Public Health recommended the event not be held at Vancouver Lake Saturday, but Clark County Public Health Officer Dr. Alan Melnick said Public Health will not force cancellation of the event.
“I’ve got some really serious concerns about this,” Melnick said. “My recommendations are that if they can’t have a race without skin exposure period that they shouldn’t do it.”
Public Health Public Information Officer Marissa Armstrong said Public Health made their recommendation because the race requires close proximity to water, and would expose paddlers to splashing.
Finken said the Paddle for Life board of directors deliberated about the issue for nearly three hours Friday to decide whether the event should be canceled. She said it wasn’t an easy decision to make, but 38 boats are scheduled to race, and “it’s kind of tricky” to balance the health warning with how many people are expecting to race, when making the decision she said.
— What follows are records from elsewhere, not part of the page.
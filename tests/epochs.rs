//! Stations that move within the period of a run: one mesh for each part of it.
#![allow(clippy::unwrap_used, clippy::panic, reason = "tests may panic")]

use std::fmt::Write as _;
use std::fs;
use std::path::Path;
use std::process::{Command, Output};

use tempfile::TempDir;

/// X stands at 46.3 N until 00:30 and at 46.2 N from then on; a fourth station comes at 01:00 (which moves nothing).
const STATIONS: &str = "id,latitude,longitude,from,to\n\
                        A,46.0,-30.0,,\n\
                        B,46.0,-29.7,,\n\
                        X,46.3,-29.8,,2031-06-14T00:30:00Z\n\
                        X,46.2,-29.85,2031-06-14T00:30:00Z,\n\
                        Z,46.1,-29.4,2031-06-14T01:00:00Z,\n";

fn site(stations: &str) -> TempDir {
    let folder = tempfile::tempdir().unwrap();
    fs::write(folder.path().join("stations.csv"), stations).unwrap();
    let mut reports = String::from("time,station,direction,speed\n");
    for minute in (0..90).step_by(10) {
        for (k, id) in ["A", "B", "X", "Z"].into_iter().enumerate() {
            let (hour, minute) = (minute / 60, minute % 60);
            let direction = 200 + 20 * k + minute;
            writeln!(
                reports,
                "2031-06-14T0{hour}:{minute:02}:00Z,{id},{direction},{}",
                4 + k
            )
            .unwrap();
        }
    }
    fs::write(folder.path().join("reports.csv"), reports).unwrap();
    let settings = "name = \"moving\"\n[stations]\nfile = \"stations.csv\"\ncolumns = { valid_from = \"from\", valid_to = \
                    \"to\" }\n[[reports]]\nfiles = [\"reports.csv\"]\n[analysis]\ntolerance = \"0 s\"\n";
    fs::write(folder.path().join("network.toml"), settings).unwrap();
    folder
}

fn estimate(folder: &Path, out: &str, more: &[&str]) -> Output {
    Command::new(env!("CARGO_BIN_EXE_gyremesh"))
        .arg("estimate")
        .arg(folder.join("network.toml"))
        .arg("--out")
        .arg(if out == "-" {
            out.into()
        } else {
            folder.join(out)
        })
        .args(more)
        .output()
        .unwrap()
}

fn read(path: &Path) -> String {
    fs::read_to_string(path).unwrap_or_else(|e| panic!("{}: {e}", path.display()))
}

#[test]
fn every_epoch_has_its_mesh_and_equals_a_run_of_its_own() {
    let site = site(STATIONS);
    let folder = site.path();
    let formats = ["--format", "csv,netcdf", "--errors", "instrument"];
    let run = estimate(folder, "out", &formats);
    let said = String::from_utf8_lossy(&run.stderr);
    assert_eq!(run.status.code(), Some(0), "{said}");
    assert!(
        said.contains("epoch2 of 2, as stations moved: from 2031-06-14T00:30:00Z"),
        "{said}"
    );

    let before = ["--to", "2031-06-14T00:29:59Z"];
    let after = ["--from", "2031-06-14T00:30:00Z"];
    for (epoch, side, times) in [("epoch1", before, 3), ("epoch2", after, 6)] {
        let alone = estimate(folder, "alone", &[&formats[..], &side].concat());
        assert_eq!(alone.status.code(), Some(0));
        for file in ["polygons.csv", "mesh.geojson"] {
            let (found, wanted) = (format!("out/{epoch}/{file}"), format!("alone/{file}"));
            assert_eq!(
                read(&folder.join(found)),
                read(&folder.join(wanted)),
                "{epoch}"
            );
        }
        let table = read(&folder.join(format!("out/{epoch}/polygons.csv")));
        let triangle = table.lines().filter(|row| row.contains(",A+B+X,"));
        assert_eq!(triangle.count(), times);
        let netcdf = fs::read(folder.join(format!("out/{epoch}/polygons.nc"))).unwrap();
        assert_eq!(netcdf[..4], *b"\x89HDF");
    }
    let mesh = |epoch: &str| read(&folder.join(format!("out/{epoch}/mesh.geojson")));
    assert!(mesh("epoch1").contains("46.3") && !mesh("epoch2").contains("46.3]"));
}

#[test]
fn an_epoch_without_reports_is_told_and_standard_output_takes_one_mesh() {
    // The move lies a year before the reports.
    let site = site(&STATIONS.replace("2031-06-14T00:30", "2030-06-14T00:30"));
    let run = estimate(site.path(), "out", &[]);
    let said = String::from_utf8_lossy(&run.stderr);
    assert_eq!(run.status.code(), Some(1), "{said}");
    assert!(
        said.contains("warning: epoch1 has no results: none of"),
        "{said}"
    );
    assert!(site.path().join("out/epoch2/polygons.csv").exists());
    assert!(!site.path().join("out/epoch1/polygons.csv").exists());

    let run = estimate(site.path(), "-", &[]);
    let said = String::from_utf8_lossy(&run.stderr);
    assert_eq!(run.status.code(), Some(2));
    assert!(said.contains("makes 2 runs: name a folder"), "{said}");
    assert!(run.stdout.is_empty());
}
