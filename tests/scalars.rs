//! Observed scalars from the report tables to `scalars.csv`: values of known fields, errors against simulated ones.
#![allow(clippy::unwrap_used, clippy::panic, reason = "tests may panic")]

mod common;

use std::fmt::Write as _;
use std::fs;
use std::path::PathBuf;
use std::process::{Command, Output};

use common::{Plane, network, positions, ring, set};
use gyremesh::align::{Covariance, ScalarBlock, WindBlock};
use gyremesh::check::Flag;
use gyremesh::integral::estimate;
use gyremesh::kinematics::{Kinematics, ScalarCell, ScalarQuantity};
use gyremesh::settings::KinematicsSettings;
use gyremesh::time::Time;
use gyremesh::units::Wind;
use rand::SeedableRng;
use rand_chacha::ChaCha8Rng;
use rand_distr::{Distribution, StandardNormal};

/// 1/1000 of the size, flat to 1e-10; derivatives are 1000 times as large.
const SMALL: Plane = Plane {
    origin: (47.0, 8.0),
    shrink: 1000.0,
};

/// What is said of values at the points of a small plane, at as many times as there are draws of errors: of the winds with
/// standard deviation `sds[0]`, of the scalar with `sds[1]`. Errors are stated as they are drawn.
fn cells(
    points: &[(f64, f64)],
    winds: &[(f64, f64)],
    scalar: &[f64],
    draws: usize,
    sds: [f64; 2],
) -> Vec<ScalarCell> {
    let network = network(&SMALL.place(points));
    let all: Vec<usize> = (0..points.len()).collect();
    let built = common::build(&network, false, vec![ring("ring", &all)], vec![]).unwrap();
    let times: Vec<Time> = (0..).take(draws).map(Time::from_micros).collect();
    let mut block = WindBlock::empty(times, points.len());
    let mut scalars = ScalarBlock::empty(1, points.len(), draws);
    let mut rng = ChaCha8Rng::seed_from_u64(77);
    let mut error = |sd: f64| -> f64 {
        let unit: f64 = StandardNormal.sample(&mut rng);
        sd * unit
    };
    let local = SMALL.turn(points, winds);
    for t in 0..draws {
        for (s, &(u, v)) in local.iter().enumerate() {
            let wind = Wind {
                u: u + error(sds[0]),
                v: v + error(sds[0]),
            };
            let covariance = Covariance {
                uu: sds[0] * sds[0],
                uv: 0.0,
                vv: sds[0] * sds[0],
            };
            set(&mut block, s, t, wind, covariance, Flag::Pass);
            scalars.set(0, s, t, Some(scalar[s] + error(sds[1])));
        }
    }
    let estimates = estimate(&built.polygons, &block);
    let settings = KinematicsSettings {
        write: true,
        least_speed: 1.0,
    };
    let positions = positions(&network);
    let kinematics = Kinematics::new(&built.polygons, &built.edges, &positions, &[1e-4], settings);
    let mesh = (built.polygons.as_slice(), &built.edges);
    kinematics
        .scalars(mesh, &block, &estimates, None, (&scalars, &[sds[1]]))
        .cells
}
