//! Rings named by the user: what is accepted, what is refused, and in which words.
#![allow(clippy::unwrap_used, clippy::panic, reason = "tests may panic")]

mod common;

use common::hard::{Points, SQUARE, assert_says, parts, refusal};
use common::{Plane, build, close, network, positions, region, ring, ring_of};
use geographiclib_rs::Geodesic;
use gyremesh::error::{ErrorKind, Place};
use gyremesh::polygon::{InvalidPolygon, PolygonKind, defects, geodesic_area};
use gyremesh::settings::RegionParts;

#[test]
fn a_ring_that_crosses_itself_has_its_edges_named() {
    let bow = ring("bow", &[0, 1, 3, 2]);
    let text = refusal(&SQUARE, vec![bow], vec![]);
    assert_eq!(
        text.lines().count(),
        1,
        "one crossing, one line expected: {text}"
    );
    assert_says(
        &text,
        &["ring `bow`: the edge from `S001` to `S003` crosses the edge from `S002` to `S000`"],
    );
    // Over the date line and over a pole the edges cross where they do on the Earth.
    let text = refusal(
        &[(0.0, 179.0), (0.0, -179.0), (1.0, 179.0), (1.0, -179.0)],
        vec![ring("bow", &[0, 1, 2, 3])],
        vec![],
    );
    assert_says(&text, &["`S001` to `S002`", "`S003` to `S000`"]);
    let text = refusal(
        &[(85.0, 0.0), (85.0, 180.0), (85.0, 90.0), (84.0, -90.0)],
        vec![ring("bow", &[0, 1, 2, 3])],
        vec![],
    );
    assert_says(&text, &["`S000` to `S001`", "`S002` to `S003`"]);
}

/// A pentagram crosses itself five times, and all are told.
#[test]
fn every_crossing_of_a_pentagram_is_told() {
    let plane = Plane {
        origin: (-60.0, 100.0),
        shrink: 1.0,
    };
    let points: Vec<(f64, f64)> = (0..5)
        .map(|k| {
            let (sin, cos) = (std::f64::consts::TAU * f64::from(k) / 5.0).sin_cos();
            (50e3 * cos, 50e3 * sin)
        })
        .collect();
    let network = network(&plane.place(&points));
    let found = defects(&[0, 2, 4, 1, 3], &network);
    assert_eq!(found.len(), 5, "{found:?}");
    assert!(
        found
            .iter()
            .all(|d| matches!(d, InvalidPolygon::EdgesCross { .. }))
    );
    assert!(defects(&[0, 1, 2, 3, 4], &network).is_empty());
}

/// `methods.md` 1.3: collinear vertices are allowed. Stations along the equator and along a meridian lie on the edge.
#[test]
fn a_station_on_the_side_of_a_ring_is_accepted() {
    let rings: [&Points; 3] = [
        &[(0.0, 0.0), (0.0, 1.0), (0.0, 2.0), (1.0, 1.0)],
        &[(0.0, 10.0), (0.0, 9.0), (0.0, 8.0), (0.0, 7.5), (-1.0, 9.0)],
        &[(50.0, 7.0), (50.5, 7.0), (51.0, 7.0), (50.5, 8.0)],
    ];
    for points in rings {
        let (network, polygon) = ring_of(points);
        assert_eq!(polygon.size(), points.len());
        let area = geodesic_area(positions(&network).into_iter(), &Geodesic::wgs84()).0;
        assert!(close(polygon.shape.area, area.abs(), 0.1));
    }
}

/// Out and back on one line is no ring, though its stations differ: the third station stands on the first edge. On the
/// equator and on meridians that holds on the ellipsoid exactly.
#[test]
fn a_spike_is_refused() {
    let mut accepted = Vec::new();
    for k in 0..40 {
        let start = -170.0 + 8.5 * f64::from(k);
        let equator = [
            (0.0, start),
            (0.0, start + 2.0),
            (0.0, start + 1.0),
            (1.0, start + 0.7),
        ];
        let lat = -60.0 + 3.0 * f64::from(k);
        let meridian = [
            (lat, start),
            (lat + 1.3, start),
            (lat + 0.4, start),
            (lat + 0.7, start + 1.0),
        ];
        for points in [equator, meridian] {
            match build(
                &network(&points),
                false,
                vec![ring("spike", &[0, 1, 2, 3])],
                vec![],
            ) {
                Ok(_) => accepted.push(points),
                Err(error) => {
                    assert_eq!(error.kind(), ErrorKind::Settings);
                    assert_says(&error.to_string(), &["ring `spike`", "`S000` to `S001`"]);
                }
            }
        }
    }
    assert!(
        accepted.is_empty(),
        "{} of 80 were accepted, first {:?}",
        accepted.len(),
        accepted.first()
    );
}

#[test]
fn an_unknown_station_is_named_with_the_nearest() {
    let mut typo = ring("west", &[0, 1, 2]);
    typo.stations[1] = "S0O1".into();
    typo.place = Place {
        file: "network.toml".into(),
        line: Some(12),
        column: None,
    };
    let text = refusal(&SQUARE, vec![typo], vec![]);
    assert_says(
        &text,
        &["network.toml:12", "`west`", "`S0O1`", "is `S001` meant?"],
    );
    let mut strange = ring("east", &[0, 1]);
    strange.stations.push("Zugspitze".into());
    let text = refusal(&SQUARE, vec![strange], vec![]);
    assert_says(&text, &["`Zugspitze`, which is not in the list"]);
    assert!(!text.contains("meant"), "{text}");
    let of = RegionParts::TrianglesOf(vec!["S000".into(), "s003".into(), "S00".into()]);
    let text = refusal(&SQUARE, vec![], vec![region("part", of)]);
    assert_says(
        &text,
        &["`part` names station `s003`", "is `S003` meant?", "`S00`"],
    );
}

#[test]
fn a_name_is_given_once() {
    let text = refusal(
        &SQUARE,
        vec![ring("west", &[0, 1, 2]), ring("west", &[0, 2, 3])],
        vec![],
    );
    assert_says(&text, &["there is already a polygon `west`"]);
    let text = refusal(
        &SQUARE,
        vec![ring("west", &[0, 1, 2])],
        vec![region("west", RegionParts::AllTriangles)],
    );
    assert_says(&text, &["there is already a polygon `west`"]);
    let text = refusal(&SQUARE, vec![ring("S000+S001+S004", &[0, 1, 4])], vec![]);
    assert_says(&text, &["there is already a polygon `S000+S001+S004`"]);
}

#[test]
fn a_station_is_named_once_in_a_ring() {
    let text = refusal(&SQUARE, vec![ring("closed", &[0, 1, 2, 0])], vec![]);
    assert_says(
        &text,
        &[
            "ring `closed`",
            "`S000` is named twice",
            "without closing the ring",
        ],
    );
}

/// All defects of all rings and regions in one refusal, in the order of the settings.
#[test]
fn every_defect_is_told_at_once() {
    let text = refusal(
        &SQUARE,
        vec![
            ring("bow", &[0, 1, 3, 2]),
            ring("two", &[0, 1]),
            ring("good", &[0, 1, 2]),
        ],
        vec![region("none", parts(&["gone"]))],
    );
    let lines: Vec<&str> = text.lines().collect();
    assert_eq!(lines.len(), 3, "{text}");
    assert!(lines[0].contains("`bow`") && lines[1].contains("`two`"));
    assert_says(lines[2], &["region `none`: there is no polygon `gone`"]);
}

#[test]
fn a_clockwise_ring_is_turned_round() {
    let network = network(&SQUARE);
    let rings = vec![ring("there", &[0, 1, 2, 3]), ring("back", &[3, 2, 1, 0])];
    let built = build(&network, false, rings, vec![]).unwrap();
    let [there, back] = &built.polygons[..] else {
        panic!()
    };
    assert_eq!(there.outline, [[0, 1, 2, 3]]);
    assert_eq!(back.outline, [[0, 1, 2, 3]]);
    assert!(there.shape.area > 0.0);
    assert_eq!(there.shape, back.shape);
    assert_eq!(there.kind, PolygonKind::Ring);
}

/// An arrowhead: the reflex corner counts as an angle of more than 180 degrees, so the smallest is that of the tip.
#[test]
fn a_concave_ring_is_accepted() {
    let plane = Plane {
        origin: (10.0, 20.0),
        shrink: 1.0,
    };
    let points = [(0.0, 0.0), (10e3, -20e3), (0.0, 30e3), (-10e3, -20e3)];
    for order in [[0, 1, 2, 3], [3, 2, 1, 0]] {
        let network = network(&plane.place(&points));
        let built = build(&network, false, vec![ring("arrow", &order)], vec![]).unwrap();
        let shape = built.polygons[0].shape;
        // Area of the plane, curvature (30/6371)² of it: A = 1/2 · 20 km · 50 km - 1/2 · 20 km · 20 km.
        assert!(close(shape.area, 300e6, 300e6 * 2.2e-5), "{}", shape.area);
        // The tip has 22.6 degrees, a barb lies between its edges to the tip and to the notch.
        let barb = (50.0_f64 / 10.0).atan().to_degrees() - (20.0_f64 / 10.0).atan().to_degrees();
        assert!(
            close(shape.smallest_angle, barb, 0.001),
            "{}",
            shape.smallest_angle
        );
    }
}

/// Far apart in longitude at a high latitude, close on the ground: shapes are those of the Earth, not of degrees.
#[test]
fn a_ring_near_the_pole_is_measured_on_the_ground() {
    let (_, polygon) = ring_of(&[(89.9, 0.0), (89.9, 120.0), (89.9, -120.0)]);
    assert!(close(polygon.shape.smallest_angle, 60.0, 1e-3));
    // Equilateral in a circle of 0.1 degree, 11.169 km: quality 1, noise factor 2/(√3 R).
    assert!(close(polygon.shape.quality, 1.0, 1e-5));
    let noise = 2.0 / (3.0_f64.sqrt() * 11_169.4);
    assert!(close(polygon.shape.noise_factor, noise, 1e-4 * noise));
}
Paddle for Life has taken mitigation measures, Finken said, to help safety. Those measures are adding makeshift rinse stations for people to rinse off if they come in contact with the water. Those are in addition to the showers at the lake. Organizers are also setting up docks so racers don’t have to wade in the water to enter boats.
Finken also said people don’t have to race if they don’t want to.
Melnick said the precautionary steps don’t change his recommendation, and he doesn’t even consider them particularly helpful. Melnick said he’s still worried about racers getting splashed in the eyes. Brian Schlottmann, an environmental public health program manager with Clark County Public Health, said testing revealed the lake had higher amounts of liver toxins, and that exposure to the water could cause skin irritation, eye irritation, nausea and vomiting.
Melnick said it could cause liver and kidney damage. He said the warning signs placed at the lake are there to inform people and help them make the appropriate health decisions.
“If they can’t completely prevent skin exposure they should cancel the race,” he said. “The bottom line is don’t get exposed in the first place.”
The Vancouver Lake Regional Park will remain open, and water in park restrooms and shelters is still safe to drink, according to a Public Health news release.
Public Health has been monitoring blooms of of blue-green algae, or cyanobacteria, at the lake since June 12, when the lake was placed under an advisory. Caution signs at the lake will now be replaced with warning signs.
Public Health will continue to monitor Vancouver Lake, and take weekly water samples as long as blooms are present. When conditions change, signs will be updated.
Health officials recommend: no swimming, water skiing, paddle boarding, kayaking or canoeing; no drinking lake water; no water contact for animals; cleaning fish well and discarding organs; and avoiding areas of scum when using motorized boats.